The 1970s saw further improvements being made to the wards, with better furniture and floor coverings of carpet or PVC. A purpose-built Chiropody Unit was installed, and an outside ward was converted into a Day Hospital for the elderly, mentally frail, complementing the existing Day Centre used for younger, more acute, patients. Later, this Day Hospital for the elderly was improved to include beds for assessment purposes. A patients’ clothing department was also developed to provide individual personal clothing for all medium and long-stay patients. Because of the condition of the boilers at Hill End, the boiler at Cell Barnes Hospital was enlarged to enable it to provide steam to Hill End, via a pipe link both above and below ground level, and the Hill End boilers eventually closed down in 1974.
Further improvements were made including better recreational facilities, Industrial Therapy and Art Therapy. The number of in-patients began to decrease during the 1970s, from 561 in 1974, to 426 in 1980. The early 1980s saw the building of a large central store on a site previously used by the garden department.

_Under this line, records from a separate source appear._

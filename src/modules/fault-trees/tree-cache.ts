/**
 * Compiled fault trees kept in memory, least recently used first out: bounded by count and by approximate size,
 * and emptied of trees nobody has used for a while, so memory comes back when the shop is idle. A tree that is not
 * here is compiled again from its stored document (stored versions never change).
 */
import type { Tree } from '../../engine/diagnosis';

/** A compiled tree takes about this many bytes of heap per character of its JSON document (measured: about 5.4). */
const BYTES_PER_DOCUMENT_CHAR = 6;
/** Trees unused this long are dropped by the idle sweep. */
export const TREE_CACHE_IDLE_MS = 10 * 60_000;

interface Entry {
  tree: Tree;
  bytes: number;
  usedAt: number;
}

export function approximateTreeBytes(tree: Tree): number {
  return JSON.stringify(tree.document).length * BYTES_PER_DOCUMENT_CHAR;
}

export class TreeCache {
  /** Map order is use order: the first entry is the least recently used. */
  private readonly entries = new Map<string, Entry>();
  private bytes = 0;

  constructor(
    readonly maxTrees: number,
    readonly maxBytes: number,
    private readonly now: () => number = Date.now,
  ) {}

  get(version: string): Tree | undefined {
    const entry = this.entries.get(version);
    if (!entry) return undefined;
    this.entries.delete(version);
    entry.usedAt = this.now();
    this.entries.set(version, entry);
    return entry.tree;
  }

  set(version: string, tree: Tree): void {
    this.drop(version);
    const entry = { tree, bytes: approximateTreeBytes(tree), usedAt: this.now() };
    this.entries.set(version, entry);
    this.bytes += entry.bytes;
    // The newest tree stays even alone over the size bound: it is about to be used.
    for (const [oldest] of this.entries) {
      if (this.entries.size <= 1 || (this.entries.size <= this.maxTrees && this.bytes <= this.maxBytes)) break;
      this.drop(oldest);
    }
  }

  /** Drops every tree unused for `idleMs`. */
  sweep(idleMs = TREE_CACHE_IDLE_MS): void {
    const before = this.now() - idleMs;
    for (const [version, entry] of this.entries) if (entry.usedAt <= before) this.drop(version);
  }

  stats(): { trees: number; bytes: number; maxTrees: number; maxBytes: number } {
    return { trees: this.entries.size, bytes: this.bytes, maxTrees: this.maxTrees, maxBytes: this.maxBytes };
  }

  private drop(version: string): void {
    const entry = this.entries.get(version);
    if (!entry) return;
    this.entries.delete(version);
    this.bytes -= entry.bytes;
  }
}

A new Mental Health Act (1983) came into force, which included improvements for the rights of detained patients, and programmes were developed to prepare patients for living outside in the community. By the mid 80s, it was evident that Hill End would be closed down as soon as possible and the numbers of patients were considerably reduced. Demolition of unused buildings began, and in 1994, the building of the first houses on the site started. Just before the actual closure on November 29th 1995, a special exhibition was held in the Alexandra Ward, commemorating the life of Hill End. This was followed by a special function for Hill End staff, past and present.
The Highfield Park Trust and the NHS Partnership Trust have erected an information board in the Hill End Commemorative Garden showing the layout of Hill End Hospital , photographs and a brief history. The Garden is also a “touchstone” where former staff, patients and relatives can quietly reflect on the life and times of Hill End and their part in it.